За Харкендером наблюдали другие, и одной из них была миссис Муррелл. Габриэля оказалось легче соприкоснуться с мыслями миссис Муррелл, чем понять о каких материях рассуждает Харкендер. Он улавливал непростые чувства, и его изумило открытие, что в этой невероятной путанице ее душевных движений острее всего угадывался некий род презрения.

Пол под ногами Харкендера был выложен невероятно крохотными изразцовыми плитками, образовывавшими огромную и хитрую диаграмму, в ее центре находилось сооружение из концентрических кругов, из которых и поднималась странная железная паутина. Внешний круг был окаймлен кроваво-красным мозаичным ореолом, его края походили по форме на лепестки роз, в стороны протянулись четыре отростка, подобных древесным стволам, и каждый заканчивался причудливой кроной из великого множества листьев. Далее круги делились на секции, и в каждую было вписано слово или символ. Внутренние круги были украшены более сложным орнаментом, который Габриэль разобрать не смог.

Мальчика безмерно завораживал и влек этот прихотливый рисунок, но он не смог почерпнуть никаких сведений о значении всего этого из водоворота мыслей и желаний миссис Муррелл. Видимо, Харкендер когда-то разъяснял ей значения символов, но она не очень интересовалась этим и не была достаточно внимательна во время объяснения, даже не пытаясь на нем сосредоточиться. Как обучающаяся магии, она прекрасно знала, что не подает ни малейших надежд.

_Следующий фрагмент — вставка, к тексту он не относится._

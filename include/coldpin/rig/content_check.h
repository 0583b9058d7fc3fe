// Is a recording whole? Content decides: drivers miss real losses and report harmless ones.
#pragma once

#include <cstddef>
#include <optional>
#include <span>
#include <string>
#include <vector>

#include "coldpin/signal/stimulus.h"

namespace coldpin::rig {

struct Glitch {
    std::string what;       // one sentence for people
    std::size_t frame = 0;  // where, about
};

struct ContentReport {
    std::vector<Glitch> glitches;
    bool proven = false;  // the stimulus was heard clearly enough that a loss would have been seen
    std::optional<double> delay_frames;  // of the stimulus in the recording, when heard
    bool whole() const noexcept { return glitches.empty(); }
};

// Checks one channel against what was played: exact zeros on a live input (5 or more in a row, or all),
// repeated blocks, and for tones, multitones and sweeps a delay that stays constant through the capture. A
// change of one frame and more is found when the stimulus stands 20 dB out of the noise in its own band;
// where it does not, proven = false. Low in a sweep one frame is found from about 65 Hz up, seven from 30 Hz
// up; what passes below moves the response by less than 0.02 dB (one frame) and 0.05 dB (six, below 30 Hz).
// `expected_delay_frames` narrows the search when known.
ContentReport check_content(std::span<const double> channel, double rate_hz, const signal::Stimulus& stimulus,
                            std::optional<double> expected_delay_frames = std::nullopt);

}  // namespace coldpin::rig
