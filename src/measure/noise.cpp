#include "coldpin/measure/noise.h"

#include <algorithm>
#include <cmath>
#include <future>
#include <optional>

#include <fmt/core.h>

#include "coldpin/measure/clipping.h"
#include "coldpin/spectrum/averaged_spectrum.h"
#include "coldpin/spectrum/quasi_peak.h"
#include "coldpin/spectrum/statistics.h"
#include "coldpin/spectrum/weighting.h"
#include "coldpin/units/error.h"
#include "coldpin/units/level.h"
#include "coldpin/units/physics.h"

#include "noise_power.h"
#include "steadiness.h"

namespace coldpin::measure {

namespace {

using spectrum::Weighting;

constexpr double least_excess_db = 3.0;  // over the interface: below, a difference of powers means nothing
constexpr double nothing = 1e-24;        // mean square: -237 dBFS, the rounding of double arithmetic

// The power that is the unit's own, with its relative standard deviation, or a bound when the interface
// drowns it.
struct OwnPower {
    double mean_square = 0.0;
    double relative_std = 0.0;
    Bound bound = Bound::exact;
};

OwnPower own_power(const spectrum::BandPower& whole, const spectrum::BandPower* interface) {
    OwnPower own{whole.mean_square, std::sqrt(whole.variance) / whole.mean_square, Bound::exact};
    if (interface == nullptr) return own;
    const double excess_db = units::db_from_power_ratio(whole.mean_square / interface->mean_square);
    if (excess_db < least_excess_db) {
        own.bound = Bound::at_most;
        return own;
    }
    own.mean_square = whole.mean_square - interface->mean_square;
    own.relative_std = std::sqrt(whole.variance + interface->variance) / own.mean_square;
    return own;
}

Узор на куполе над головой Харкендера заметно уступал по сложности узору на полу, но тоже был довольно хитер. Габриэль решил, что в ясный день, когда светит яркое солнце, и на голубом небе нет ни облачка, разноцветие, образующиеся витражным куполом, преображает рисунок пола в восхитительный и непрерывно меняющийся узор. Но теперь было темно, и свет луны не шел в сравнение с пламенем четырех ярких фонарей, которые Харкендер поместил по углам комнаты на четырех оконечностях креста. Свет создавал в комнате причудливые тени. Миссис Муррелл поставила свое кресло так, что оказалась в самой густой тени. Она не пряталась, но предпочитала неприметность, ей доставляло удовольствие наблюдать за другими, не привлекая внимания к себе. Габриэль слышал, как раздается в ее памяти горестное эхо слов, сказанных ей однажды Харкендером, о том, что ее внутреннее око совершенно слепо. Оно забито, объяснил он, потребностью в заурядном житейском комфорте бренного человеческого бытия, от которых она не в силах отказаться.